_PROBLEM_
Your response should contain every record below, copied exactly.

_PROVIDED INFORMATION_
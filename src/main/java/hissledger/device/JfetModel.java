package hissledger.device;

import hissledger.physics.Require;
import hissledger.physics.Thermal;
import hissledger.twoport.SmallSignal;
import java.util.Optional;

/**
 * The numbers of one JFET, resolved for a calculation.
 *
 * @param law drain saturation current, pinch-off voltage and transconductance
 * @param channelNoiseFactor γ of the channel noise 4kTγgm, dimensionless; &gt; 0
 * @param outputConductanceFactor λ of {@code g22 = λ ID}, 1/V; ≥ 0
 * @param leakage gate leakage and its growth with temperature
 * @param gateSourceFarads Cgs, F; ≥ 0
 * @param gateDrainFarads Cgd, F; ≥ 0
 * @param flicker flicker noise of the channel, gate-referred; empty for none
 * @param induced induced gate noise; empty for none
 */
public record JfetModel(
        SquareLaw law,
        double channelNoiseFactor,
        double outputConductanceFactor,
        GateLeakage leakage,
        double gateSourceFarads,
        double gateDrainFarads,
        Optional<ChannelFlicker> flicker,
        Optional<InducedGateNoise> induced) {
    /** γ of a long channel in saturation (A. van der Ziel, Proc. IRE 50 (1962) 1808). */
    public static final double LONG_CHANNEL_NOISE_FACTOR = 2.0 / 3.0;

    public JfetModel {
        Require.positive("channelNoiseFactor", channelNoiseFactor, "");
        Require.notNegative("outputConductanceFactor", outputConductanceFactor, "1/V");
        Require.notNegative("gateSourceFarads", gateSourceFarads, "F");
        Require.notNegative("gateDrainFarads", gateDrainFarads, "F");
    }

    /** A long-channel JFET with the square law alone: no leakage, capacitances, flicker or induced gate noise. */
    public static JfetModel ideal(double saturationAmps, double pinchOffVolts) {
        return new JfetModel(
                SquareLaw.of(saturationAmps, pinchOffVolts),
                LONG_CHANNEL_NOISE_FACTOR,
                0.0,
                GateLeakage.none(),
                0.0,
                0.0,
                Optional.empty(),
                Optional.empty());
    }

    /** This JFET with another gate leakage. */
    public JfetModel withLeakage(GateLeakage other) {
        return new JfetModel(
                law,
                channelNoiseFactor,
                outputConductanceFactor,
                other,
                gateSourceFarads,
                gateDrainFarads,
                flicker,
                induced);
    }

    /** This JFET with other capacitances, F. */
    public JfetModel withCapacitances(double gateSource, double gateDrain) {
        return new JfetModel(
                law, channelNoiseFactor, outputConductanceFactor, leakage, gateSource, gateDrain, flicker, induced);
    }

    /** This JFET with another channel flicker noise. */
    public JfetModel withFlicker(ChannelFlicker other) {
        return new JfetModel(
                law,
                channelNoiseFactor,
                outputConductanceFactor,
                leakage,
                gateSourceFarads,
                gateDrainFarads,
                Optional.of(other),
                induced);
    }

    /** This JFET with induced gate noise. */
    public JfetModel withInduced(InducedGateNoise other) {
        return new JfetModel(
                law,
                channelNoiseFactor,
                outputConductanceFactor,
                leakage,
                gateSourceFarads,
                gateDrainFarads,
                flicker,
                Optional.of(other));
    }

    /**
     * Admittances at a quiescent point: {@code y11 = jω(Cgs + Cgd)}, {@code y12 = −jωCgd}, {@code y21 = gm − jωCgd},
     * {@code y22 = λ ID + jωCgd}.
     *
     * @param drainAmps ID, A; &gt; 0
     * @param temperatureKelvin channel temperature, K; &gt; 0
     */
    public SmallSignal smallSignal(double drainAmps, double temperatureKelvin) {
        return SmallSignal.of(
                0.0,
                law.transconductanceSiemens(drainAmps, Thermal.voltageVolts(temperatureKelvin)),
                outputConductanceFactor * drainAmps,
                gateSourceFarads,
                gateDrainFarads);
    }
}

_RESULT_
filename src/main/java/hissledger/device/JfetModel.java
package hissledger.device;

import hissledger.physics.Require;
import hissledger.physics.Thermal;
import hissledger.twoport.SmallSignal;
import java.util.Optional;

/**
 * The numbers of one JFET, resolved for a calculation.
 *
 * @param law drain saturation current, pinch-off voltage and transconductance
 * @param channelNoiseFactor γ of the channel noise 4kTγgm, dimensionless; &gt; 0
 * @param outputConductanceFactor λ of {@code g22 = λ ID}, 1/V; ≥ 0
 * @param leakage gate leakage and its growth with temperature
 * @param gateSourceFarads Cgs, F; ≥ 0
 * @param gateDrainFarads Cgd, F; ≥ 0
 * @param flicker flicker noise of the channel, gate-referred; empty for none
 * @param induced induced gate noise; empty for none
 */
public record JfetModel(
        SquareLaw law,
        double channelNoiseFactor,
        double outputConductanceFactor,
        GateLeakage leakage,
        double gateSourceFarads,
        double gateDrainFarads,
        Optional<ChannelFlicker> flicker,
        Optional<InducedGateNoise> induced) {
    /** γ of a long channel in saturation (A. van der Ziel, Proc. IRE 50 (1962) 1808). */
    public static final double LONG_CHANNEL_NOISE_FACTOR = 2.0 / 3.0;

    public JfetModel {
        Require.positive("channelNoiseFactor", channelNoiseFactor, "");
        Require.notNegative("outputConductanceFactor", outputConductanceFactor, "1/V");
        Require.notNegative("gateSourceFarads", gateSourceFarads, "F");
        Require.notNegative("gateDrainFarads", gateDrainFarads, "F");
    }

    /** A long-channel JFET with the square law alone: no leakage, capacitances, flicker or induced gate noise. */
    public static JfetModel ideal(double saturationAmps, double pinchOffVolts) {
        return new JfetModel(
                SquareLaw.of(saturationAmps, pinchOffVolts),
                LONG_CHANNEL_NOISE_FACTOR,
                0.0,
                GateLeakage.none(),
                0.0,
                0.0,
                Optional.empty(),
                Optional.empty());
    }

    /** This JFET with another gate leakage. */
    public JfetModel withLeakage(GateLeakage other) {
        return new JfetModel(
                law,
                channelNoiseFactor,
                outputConductanceFactor,
                other,
                gateSourceFarads,
                gateDrainFarads,
                flicker,
                induced);
    }

    /** This JFET with other capacitances, F. */
    public JfetModel withCapacitances(double gateSource, double gateDrain) {
        return new JfetModel(
                law, channelNoiseFactor, outputConductanceFactor, leakage, gateSource, gateDrain, flicker, induced);
    }

    /** This JFET with another channel flicker noise. */
    public JfetModel withFlicker(ChannelFlicker other) {
        return new JfetModel(
                law,
                channelNoiseFactor,
                outputConductanceFactor,
                leakage,
                gateSourceFarads,
                gateDrainFarads,
                Optional.of(other),
                induced);
    }

    /** This JFET with induced gate noise. */
    public JfetModel withInduced(InducedGateNoise other) {
        return new JfetModel(
                law,
                channelNoiseFactor,
                outputConductanceFactor,
                leakage,
                gateSourceFarads,
                gateDrainFarads,
                flicker,
                Optional.of(other));
    }

    /**
     * Admittances at a quiescent point: {@code y11 = jω(Cgs + Cgd)}, {@code y12 = −jωCgd}, {@code y21 = gm − jωCgd},
     * {@code y22 = λ ID + jωCgd}.
     *
     * @param drainAmps ID, A; &gt; 0
     * @param temperatureKelvin channel temperature, K; &gt; 0
     */
    public SmallSignal smallSignal(double drainAmps, double temperatureKelvin) {
        return SmallSignal.of(
                0.0,
                law.transconductanceSiemens(drainAmps, Thermal.voltageVolts(temperatureKelvin)),
                outputConductanceFactor * drainAmps,
                gateSourceFarads,
                gateDrainFarads);
    }
}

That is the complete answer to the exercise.